What the exercise asks:
The data below holds a line containing "describe('refused files, named" and a line containing "1, 1]), Buffer.alloc(120)]);"; please quote exactly those two lines and every line between them, and nothing else.
(Beginning of Supplied entries)
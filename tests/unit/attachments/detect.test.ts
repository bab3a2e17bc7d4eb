import { describe, expect, it } from 'vitest';
import { assertAcceptableFile, detectFileType, looksLikeCsv } from '@/lib/attachments/detect';
import { FileTooLargeError, FileTypeRefusedError } from '@/lib/attachments/errors';
import { maxAttachmentBytes } from '@/lib/attachments/limits';
import { exe, jpeg, pdf, storedZip, tinyPng, xlsx } from './sample-files';

async function refusal(bytes: Uint8Array, name: string): Promise<FileTypeRefusedError> {
  const err = await assertAcceptableFile(bytes, name).catch((e: unknown) => e);
  expect(err).toBeInstanceOf(FileTypeRefusedError);
  return err as FileTypeRefusedError;
}

describe('accepted evidence, recognised by content', () => {
  it.each([
    ['PNG (ISO/IEC 15948 signature)', tinyPng(), 'photo.png', 'image/png'],
    ['JPEG (ITU-T T.81 SOI marker)', jpeg, 'IMG_0001.jpg', 'image/jpeg'],
    ['PDF (ISO 32000-1 §7.5.2 header)', pdf, 'weights.pdf', 'application/pdf'],
    ['XLSX (ECMA-376 package)', xlsx, 'ipc.xlsx', 'application/vnd.openxmlformats-officedocument.spreadsheetml.sheet'],
  ])('accepts %s', async (_what, bytes, name, type) => {
    expect(await assertAcceptableFile(bytes, name)).toBe(type);
  });

  it('goes by the bytes, not the name: a PNG called .pdf is stored as a PNG', async () => {
    expect(await assertAcceptableFile(tinyPng(), 'scan.pdf')).toBe('image/png');
  });

  it('accepts a comma, semicolon or tab separated table as CSV (common practice: delimiter sniffing)', async () => {
    expect(await assertAcceptableFile(Buffer.from('time,mass_mg\n10:00,402.1\n10:05,"399,8"\n'), 'weights.csv')).toBe('text/csv');
    expect(await assertAcceptableFile(Buffer.from('\uFEFFzeit;masse\r\n10:00;402,1\r\n'), 'gewichte.csv')).toBe('text/csv');
    expect(await assertAcceptableFile(Buffer.from('a\tb\tc\n1\t2\t3\n'), 'export.tsv')).toBe('text/csv');
  });

  it('takes text that is not a table as plain text (a balance printout)', async () => {
    expect(await assertAcceptableFile(Buffer.from('BALANCE BW-B07\nNet 402.1 mg\nStable\n'), 'printout.txt')).toBe('text/plain');
  });

  it('tells a table from text with uneven delimiters (common practice)', () => {
    expect(looksLikeCsv('a,b,c\n1,2,3\n')).toBe(true);
    expect(looksLikeCsv('Dear QA, the ring was dented.\nRegards\n')).toBe(false);
    expect(looksLikeCsv('')).toBe(false);
  });
});

describe('refused files, named for what they really are', () => {
  it('refuses a Windows program renamed to .pdf', async () => {
    const err = await refusal(exe, 'batch-record.pdf');
    expect(err.message).toContain('“batch-record.pdf” is a Windows program (.exe)');
    expect(err.fieldErrors.file).toEqual([err.message]);
  });

  it('refuses a Linux program (ELF magic 7F 45 4C 46, System V ABI)', async () => {
    const elf = Buffer.concat([Buffer.from([0x7f, 0x45, 0x4c, 0x46, 2, 1, 1]), Buffer.alloc(120)]);
    expect((await refusal(elf, 'photo.jpg')).message).toContain('a Linux program');
  });

  it('refuses a web page renamed to .pdf: a browser would run its script', async () => {
    const html = Buffer.from('<!DOCTYPE html><html><body><script>fetch("/api/users")</script></body></html>');
    expect((await refusal(html, 'report.pdf')).message).toContain('a web page (HTML)');
  });

  it('refuses SVG, with or without an XML prolog, because it can carry scripts', async () => {
    const bare = Buffer.from('<svg xmlns="http://www.w3.org/2000/svg"><script>alert(1)</script></svg>');
    const prolog = Buffer.from('<?xml version="1.0"?>\n<svg xmlns="http://www.w3.org/2000/svg" width="4" height="4"/>');
    expect((await refusal(bare, 'dent.png')).message).toContain('SVG');
    expect((await refusal(prolog, 'dent.svg')).message).toContain('SVG');
  });

  it('refuses a table with a script tag hidden in a cell', async () => {
    expect((await refusal(Buffer.from('lot,note\nBW-1,<script>alert(1)</script>\n'), 'x.csv')).message).toContain('web page');
  });

  it('refuses other XML, shell scripts, binary junk and text that is not UTF-8', async () => {
    expect((await refusal(Buffer.from('<?xml version="1.0"?><batch/>'), 'b.xml')).message).toContain('XML');
    expect((await refusal(Buffer.from('#!/bin/sh\necho hi\n'), 'run.csv')).message).toContain('a script');
    expect((await refusal(Buffer.from([1, 2, 0, 4, 5, 6, 7, 8]), 'x.pdf')).message).toContain('unrecognised binary');
    expect((await refusal(Buffer.from('Masse gepr\xfcft\n', 'latin1'), 'x.txt')).message).toContain('UTF-8');
  });

  it('refuses an older Office file and says how to save it instead', async () => {
    const cfb = Buffer.concat([Buffer.from([0xd0, 0xcf, 0x11, 0xe0, 0xa1, 0xb1, 0x1a, 0xe1]), Buffer.alloc(1024)]);
    expect((await refusal(cfb, 'ipc.xls')).message).toContain('save it as .xlsx or PDF');
  });

  it('refuses an empty file', async () => {
    expect((await refusal(Buffer.alloc(0), 'empty.pdf')).message).toContain('is empty');
  });

  it('reports what it found through detectFileType without throwing', async () => {
    expect(await detectFileType(exe)).toEqual({ ok: false, reason: 'a Windows program (.exe)' });
    expect(await detectFileType(pdf)).toEqual({ ok: true, contentType: 'application/pdf' });
  });
});

describe('the 25 MB limit (26,214,400 bytes)', () => {
  it('is 25 × 1024 × 1024 bytes', () => {
    expect(maxAttachmentBytes).toBe(26_214_400);
  });

  it('accepts a PDF of exactly 26,214,400 bytes and refuses one byte more', async () => {
    const atLimit = Buffer.alloc(maxAttachmentBytes, 0x20);
    pdf.copy(atLimit);
    expect(await assertAcceptableFile(atLimit, 'big.pdf')).toBe('application/pdf');
    const over = Buffer.alloc(maxAttachmentBytes + 1, 0x20);
    pdf.copy(over);
    const err = await assertAcceptableFile(over, 'big.pdf').catch((e: unknown) => e);
    expect(err).toBeInstanceOf(FileTooLargeError);
    expect((err as FileTooLargeError).message).toMatch(/up to 25 MB/);
  });
});

describe('ZIP packages', () => {
  it('refuses a ZIP that is not a spreadsheet (ECMA-376 content types missing)', async () => {
    const err = await assertAcceptableFile(storedZip({ 'notes.txt': 'hello' }), 'ipc.xlsx').catch((e: unknown) => e);
    expect(err).toBeInstanceOf(FileTypeRefusedError);
    expect((err as Error).message).toContain('a ZIP archive');
  });
});
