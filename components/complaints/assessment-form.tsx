'use client';

import { useActionState, useId, useState } from 'react';
import { FieldError, OtherErrors, TextArea } from '@/components/ui/form-bits';
import { Notice } from '@/components/ui/notice';
import { SubmitButton } from '@/components/ui/submit-button';
import { reportDueOn } from '@/lib/complaints/deadline';
import { type RegulatoryClass, adverseEventDefinitions, reportKindFor, reportKindLabels } from '@/lib/complaints/labels';
import type { OptionDto } from '@/lib/complaints/queries';
import { type ComplaintFormAction, idleComplaintFormState } from './form-state';

/*
 * The assessment: category from the catalogue, the adverse-event questions with their definitions for
 * this product's class beside them, and the reportability decision with the deadline it would set,
 * computed here with the same clocks module the server uses (the server computes it again on save).
 */

export interface AssessmentFormProps {
  action: ComplaintFormAction;
  complaintId: number;
  version: number;
  regulatoryClass: RegulatoryClass;
  receivedOn: string;
  categories: { defects: OptionDto[]; other: OptionDto[] };
  initial: { category: string; adverseEvent: string; seriousAdverseEvent: string; reportable: string; assessmentRationale: string };
}

function YesNo({ name, legend, value, onChange, errors, hint }: { name: string; legend: string; value: string; onChange: (v: string) => void; errors?: string[]; hint?: string }) {
  const uid = useId();
  return (
    <fieldset className="flex flex-col gap-1" aria-describedby={[hint ? `${uid}-hint` : null, errors ? `${uid}-error` : null].filter(Boolean).join(' ') || undefined}>
      <legend className="font-semibold text-ink-900">{legend}</legend>
      {hint ? (
        <p id={`${uid}-hint`} className="max-w-prose text-sm text-ink-700">
          {hint}
        </p>
      ) : null}
      <div className="flex gap-6">
        {(['yes', 'no'] as const).map((o) => (
          <label key={o} className="inline-flex min-h-11 items-center gap-2">
            <input type="radio" name={name} value={o} checked={value === o} onChange={() => onChange(o)} className="h-5 w-5" />
            {o === 'yes' ? 'Yes' : 'No'}
          </label>
        ))}
      </div>
      <FieldError id={`${uid}-error`} errors={errors} />
    </fieldset>
  );
}

export function AssessmentForm(props: AssessmentFormProps) {
  const [state, formAction] = useActionState(props.action, idleComplaintFormState);
  const start = state.failed ? { ...props.initial, ...state.values } : props.initial;
  const [adverse, setAdverse] = useState(start.adverseEvent);
  const [serious, setSerious] = useState(start.seriousAdverseEvent);
  const [reportable, setReportable] = useState(start.reportable);
  const e = state.fieldErrors;
  const definitions = adverseEventDefinitions[props.regulatoryClass];
  const kind = reportKindFor[props.regulatoryClass];
  const due = reportDueOn(kind, props.receivedOn);
  return (
    <form action={formAction} noValidate className="flex flex-col gap-4" data-testid="assessment-form">
      {state.failed && state.message ? <Notice tone="danger" title={state.message} /> : null}
      <input type="hidden" name="id" value={props.complaintId} />
      <input type="hidden" name="version" value={props.version} />
      <div className="flex flex-col gap-1">
        <label htmlFor="assessment-category" className="font-semibold text-ink-900">
          Category
        </label>
        <select
          id="assessment-category"
          name="category"
          defaultValue={start.category}
          aria-invalid={e.category ? true : undefined}
          aria-describedby={e.category ? 'assessment-category-error' : undefined}
          className="block min-h-11 w-full max-w-md rounded-md border border-ink-400 bg-white px-3 text-base"
        >
          <option value="">Pick a category</option>
          <optgroup label="Capsule defects">
            {props.categories.defects.map((c) => (
              <option key={c.value} value={c.value}>
                {c.label}
              </option>
            ))}
          </optgroup>
          <optgroup label="Other">
            {props.categories.other.map((c) => (
              <option key={c.value} value={c.value}>
                {c.label}
              </option>
            ))}
          </optgroup>
        </select>
        <FieldError id="assessment-category-error" errors={e.category} />
      </div>
      <YesNo name="adverseEvent" legend="Is it an adverse event?" hint={definitions.adverseEvent} value={adverse} onChange={setAdverse} errors={e.adverseEvent} />
      {adverse === 'yes' ? (
        <YesNo name="seriousAdverseEvent" legend="Is it serious?" hint={definitions.serious} value={serious} onChange={setSerious} errors={e.seriousAdverseEvent} />
      ) : null}
      <YesNo
        name="reportable"
        legend="Must it be reported to FDA?"
        hint={`For this product: ${reportKindLabels[kind]}. Counted from ${props.receivedOn}, the day we received it, the report would be due on ${due}.`}
        value={reportable}
        onChange={setReportable}
        errors={e.reportable}
      />
      {reportable === 'yes' ? <Notice tone="warn" title={`Report due ${due}`} live={false}>{reportKindLabels[kind]}. The countdown shows on the record and in the list, and the owner is reminded by e-mail.</Notice> : null}
      <TextArea
        name="assessmentRationale"
        label="Rationale"
        hint="Why these answers: what the facts show. Signed with the decision."
        required
        rows={4}
        maxLength={5000}
        defaultValue={start.assessmentRationale}
        errors={e.assessmentRationale}
      />
      <OtherErrors fieldErrors={e} shown={['category', 'adverseEvent', 'seriousAdverseEvent', 'reportable', 'assessmentRationale']} />
      <div>
        <SubmitButton pendingLabel="Saving…">Save the assessment</SubmitButton>
      </div>
    </form>
  );
}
(End of Supplied entries)
Response area:
describe('refused files, named for what they really are', () => {
  it('refuses a Windows program renamed to .pdf', async () => {
    const err = await refusal(exe, 'batch-record.pdf');
    expect(err.message).toContain('“batch-record.pdf” is a Windows program (.exe)');
    expect(err.fieldErrors.file).toEqual([err.message]);
  });

  it('refuses a Linux program (ELF magic 7F 45 4C 46, System V ABI)', async () => {
    const elf = Buffer.concat([Buffer.from([0x7f, 0x45, 0x4c, 0x46, 2, 1, 1]), Buffer.alloc(120)]);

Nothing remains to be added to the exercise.